This repository contains supplementary materials for DeepCPCFG: Deep Learning and Context Free Grammars for End-to-End Information Extraction. We are pleased to announce that DeepCPCFG has been accepted for publication at the 16th International Conference on Document Analysis and Recognition ICDAR 2021. The contents in this repository are newer than the ArXiv version and may not have been presented before.
There are three sets of materials.
- RVL-CDIP link:
- OCRed bounding boxes.
- Annotations for the invoices with line-items extracted from relational records.

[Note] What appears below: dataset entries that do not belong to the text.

"""Log10 skill statistics against numpy/scipy and hand-worked examples."""

from __future__ import annotations

import numpy as np
import pytest
from scipy import stats

from euphotic import skill


def test_hand_worked_example():
    # measured 10, 100, 1000; model 20, 100, 500 -> x = 1, 2, 3; y = 1.30103, 2, 2.69897
    # (worked by hand): d = +0.30103, 0, -0.30103 -> bias 0; rmsd = sqrt(2/3) * 0.30103
    s = skill.log_skill([10, 100, 1000], [20, 100, 500])
    assert s.n == 3 and s.n_excluded == 0
    assert s.bias == pytest.approx(0.0, abs=1e-12)
    assert s.rmsd == pytest.approx(np.sqrt(2 / 3) * np.log10(2), rel=1e-12)
    assert s.urmsd == pytest.approx(s.rmsd, rel=1e-12)  # no bias: unbiased = total
    assert s.within_2 == 1.0 and s.within_3 == 1.0
    # RMA slope = sd(y)/sd(x) = (1 - log10 2) / 1 = 0.69897 (hand-worked); intercept:
    # mean(y) - slope * mean(x) = 2 - 0.69897 * 2 = 0.60206
    assert s.slope == pytest.approx(1 - np.log10(2), rel=1e-12)
    assert s.intercept == pytest.approx(2 - 2 * (1 - np.log10(2)), rel=1e-12)


def test_against_numpy_and_scipy():
    rng = np.random.default_rng(3)
    meas = 10 ** rng.normal(2.5, 0.3, 40)
    model = meas * 10 ** rng.normal(0.1, 0.2, 40)
    s = skill.log_skill(meas, model)
    x, y = np.log10(meas), np.log10(model)
    assert s.bias == pytest.approx(np.mean(y - x), rel=1e-12)
    assert s.r == pytest.approx(stats.pearsonr(x, y).statistic, rel=1e-10)  # scipy 1.17
    assert s.sd_model == pytest.approx(np.std(y), rel=1e-12)
    assert s.urmsd == pytest.approx(np.std((y - y.mean()) - (x - x.mean())), rel=1e-12)
    assert s.rmsd ** 2 == pytest.approx(s.bias ** 2 + s.urmsd ** 2, rel=1e-12)
    # RMA slope = sign(r) sd_y/sd_x = OLS slope / r (Sokal & Rohlf 1995, 14.13)
    ols = stats.linregress(x, y)
    assert s.slope == pytest.approx(ols.slope / ols.rvalue, rel=1e-10)
    assert s.within_2 == np.mean(np.abs(y - x) <= np.log10(2))


def test_rma_worked_example_negative_correlation():
    # x = 1..4, y = 8, 6, 4, 2: perfectly negative, slope -2, intercept 10 (hand-worked)
    assert skill.rma([1, 2, 3, 4], [8, 6, 4, 2]) == pytest.approx((-2.0, 10.0))
    # symmetric: the RMA of x on y is the inverse line
    assert skill.rma([8, 6, 4, 2], [1, 2, 3, 4])[0] == pytest.approx(-0.5)


def test_zero_and_negative_values_are_excluded_and_counted():
    s = skill.log_skill([10, 0, 100, 50, np.nan], [10, 5, 100, -1, 3])
    assert s.n == 2 and s.n_excluded == 3
    assert skill.log_skill([], []).n == 0


def test_bootstrap_reproducible():
    rng = np.random.default_rng(1)
    meas = 10 ** rng.normal(2.5, 0.3, 30)
    model = meas * 10 ** rng.normal(0.1, 0.2, 30)
    a = skill.bootstrap(meas, model, seed=7)
    assert a == skill.bootstrap(meas, model, seed=7)
    assert a != skill.bootstrap(meas, model, seed=8)
    s = skill.log_skill(meas, model)
    assert a["bias"][0] < s.bias < a["bias"][1]
    assert all(np.isnan(v).all() for v in skill.bootstrap([1, 2], [1, 2]).values())


def test_target_point_signs():
    # Jolliff et al. (2009): x = sign(sd_model - sd_measured) * urmsd / sd_measured
    s = skill.log_skill([10, 100, 1000], [20, 100, 500])
    x, y = skill.target_point(s)
    assert x < 0 and y == pytest.approx(0.0, abs=1e-12)
    assert x == pytest.approx(-s.urmsd / s.sd_measured)
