"""Tiny NetCDF inputs written into a test's tmp_path (fixtures with hand-worked answers)."""

from __future__ import annotations

from pathlib import Path

import numpy as np

from ._files import write_grid

CHL_STD = "mass_concentration_of_chlorophyll_a_in_sea_water"
PAR_STD = "surface_downwelling_photosynthetic_photon_flux_in_air"
SST_STD = "sea_surface_temperature"


def grid(lat0: float, lat1: float, lon0: float, lon1: float, res: float):
    lat = np.arange(lat0 + res / 2, lat1, res)
    lon = np.arange(lon0 + res / 2, lon1, res)
    return lat, lon


def _days(t: str) -> float:
    """Days since 2000-01-01 of an ISO date or time (the time units written below)."""
    return float((np.datetime64(t, "s") - np.datetime64("2000-01-01", "s")) / np.timedelta64(1, "D"))


def write_field(
    path: Path,
    name: str,
    std: str,
    units: str,
    values: np.ndarray,
    lat,
    lon,
    *,
    start: str | None = None,
    end: str | None = None,
    time: str | None = None,
    time_bounds: tuple[str, str] | None = None,
) -> Path:
    """One 2-D float32 field (fill -999); dated by ACDD attrs (start/end), a time stamp, or
    time bounds. Written by the suite's one NetCDF writer, :func:`tests._files.write_grid`."""
    attrs = {"Conventions": "CF-1.8"}
    kw = {}
    values = np.asarray(values, "f4")
    if time is not None or time_bounds is not None:
        kw["time"] = [_days(time or time_bounds[0])]
        if time_bounds is not None:
            kw["time_bounds"] = [[_days(time_bounds[0]), _days(time_bounds[1])]]
        values = values[None]
    elif start is not None:
        attrs.update(time_coverage_start=start, time_coverage_end=end)
    values = np.where(np.isnan(values), np.float32(-999.0), values)
    path.parent.mkdir(parents=True, exist_ok=True)
    return write_grid(path, values, lat, lon, name=name,
                      var_attrs={"standard_name": std, "units": units}, global_attrs=attrs,
                      dtype="f4", fill_value=np.float32(-999.0), **kw)


def write_config(path: Path, body: str) -> Path:
    path.write_text(body)
    return path


#: The [inputs] tables of a run over chl/, par/ and sst/ beside its config.
INPUTS = """[inputs.chl]
files = "chl/*.nc"
[inputs.par]
files = "par/*.nc"
[inputs.sst]
files = "sst/*.nc"
"""


def run_config(path: Path, *, run: str = "", regions: list[tuple[str, list]] = (),
               ocean: str = 'source = "temperature"', inputs: str = INPUTS,
               extra: str = "") -> Path:
    """A run config writing to out/ without figures: ``run`` adds [run] lines, ``regions``
    are (name, box) pairs, ``extra`` is appended (more tables)."""
    boxes = "".join(f'[[regions]]\nname = "{n}"\nbox = {list(b)}\n' for n, b in regions)
    return write_config(path, f"""[run]
output_dir = "out"
figures = false
{run}
{inputs}[ocean]
{ocean}
{boxes}{extra}""")


def box_run_config(path: Path, name: str, box: list[float], *, chl: str = "chl/*.nc",
                   models: str = "") -> Path:
    """A run config over chl/, par/ and sst/ beside ``path``, ocean from temperature, one box."""
    return run_config(path, run=f"models = [{models}]" if models else "", regions=[(name, box)],
                      inputs=INPUTS.replace('"chl/*.nc"', f'"{chl}"'))


def monthly_case(tmp: Path, n_months: int, *, res: float = 0.25, seed: int = 7,
                 chl_value: float | None = None, west_gap_last_month: bool = False,
                 models=("vgpm",), regions=(("Box", [-30.0, 40.0, -20.0, 50.0]),),
                 run: str = "") -> Path:
    """Monthly composites (time bounds) of chl, PAR and SST for ``n_months`` months from
    2023-01 on a 10 x 10 degree box (40-50 N, 30-20 W) at ``res`` degree, seeded random values
    (or chlorophyll ``chl_value`` everywhere); with ``west_gap_last_month`` the last month has no
    chlorophyll west of 25 W. Ocean from valid temperature. Returns the run config."""
    lat, lon = grid(40.0, 50.0, -30.0, -20.0, res)
    rng = np.random.default_rng(seed)
    shape = (len(lat), len(lon))
    for m in range(n_months):
        a = np.datetime64("2023-01") + m
        bounds = (str(a.astype("datetime64[D]")), str((a + 1).astype("datetime64[D]")))
        chl = rng.uniform(0.1, 3.0, shape) if chl_value is None else np.full(shape, chl_value)
        if west_gap_last_month and m == n_months - 1:
            chl[:, lon < -25.0] = np.nan
        write_field(tmp / "chl" / f"c{m:02d}.nc", "chl", CHL_STD, "mg m-3", chl, lat, lon,
                    time_bounds=bounds)
        write_field(tmp / "par" / f"p{m:02d}.nc", "par", PAR_STD, "einstein m-2 day-1",
                    rng.uniform(10, 50, shape), lat, lon, time_bounds=bounds)
        write_field(tmp / "sst" / f"s{m:02d}.nc", "sst", SST_STD, "degC",
                    rng.uniform(5, 20, shape), lat, lon, time_bounds=bounds)
    lines = "models = [" + ", ".join(f'"{m}"' for m in models) + "]\n" + run
    return run_config(tmp / "run.toml", run=lines, regions=list(regions))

- The inference output of DeepCPCFG.
- Results for each invoice using the Hierarchical Edit Distance (HED) metric.
- CORD receipts link:
- OCRed bounding boxes.
- Annotations converted from hand-annotations and represented as relational records.
- Inference output of DeepCPCFG.
- Results for each receipt based on the following metrics
- SPADE metric, our interpretation and implementation of the metric used in Spatial Dependency Parsing for Semi-Structured Document Information Extraction.
- HED metric
- Code implementing the Hierarchical Edit Distance (HED) metric.
hed.jl
is a self-contained file that implements Hierarchical Edit Distance (HED) metric for comparing two files representing the output/annotation of a hierarchical document.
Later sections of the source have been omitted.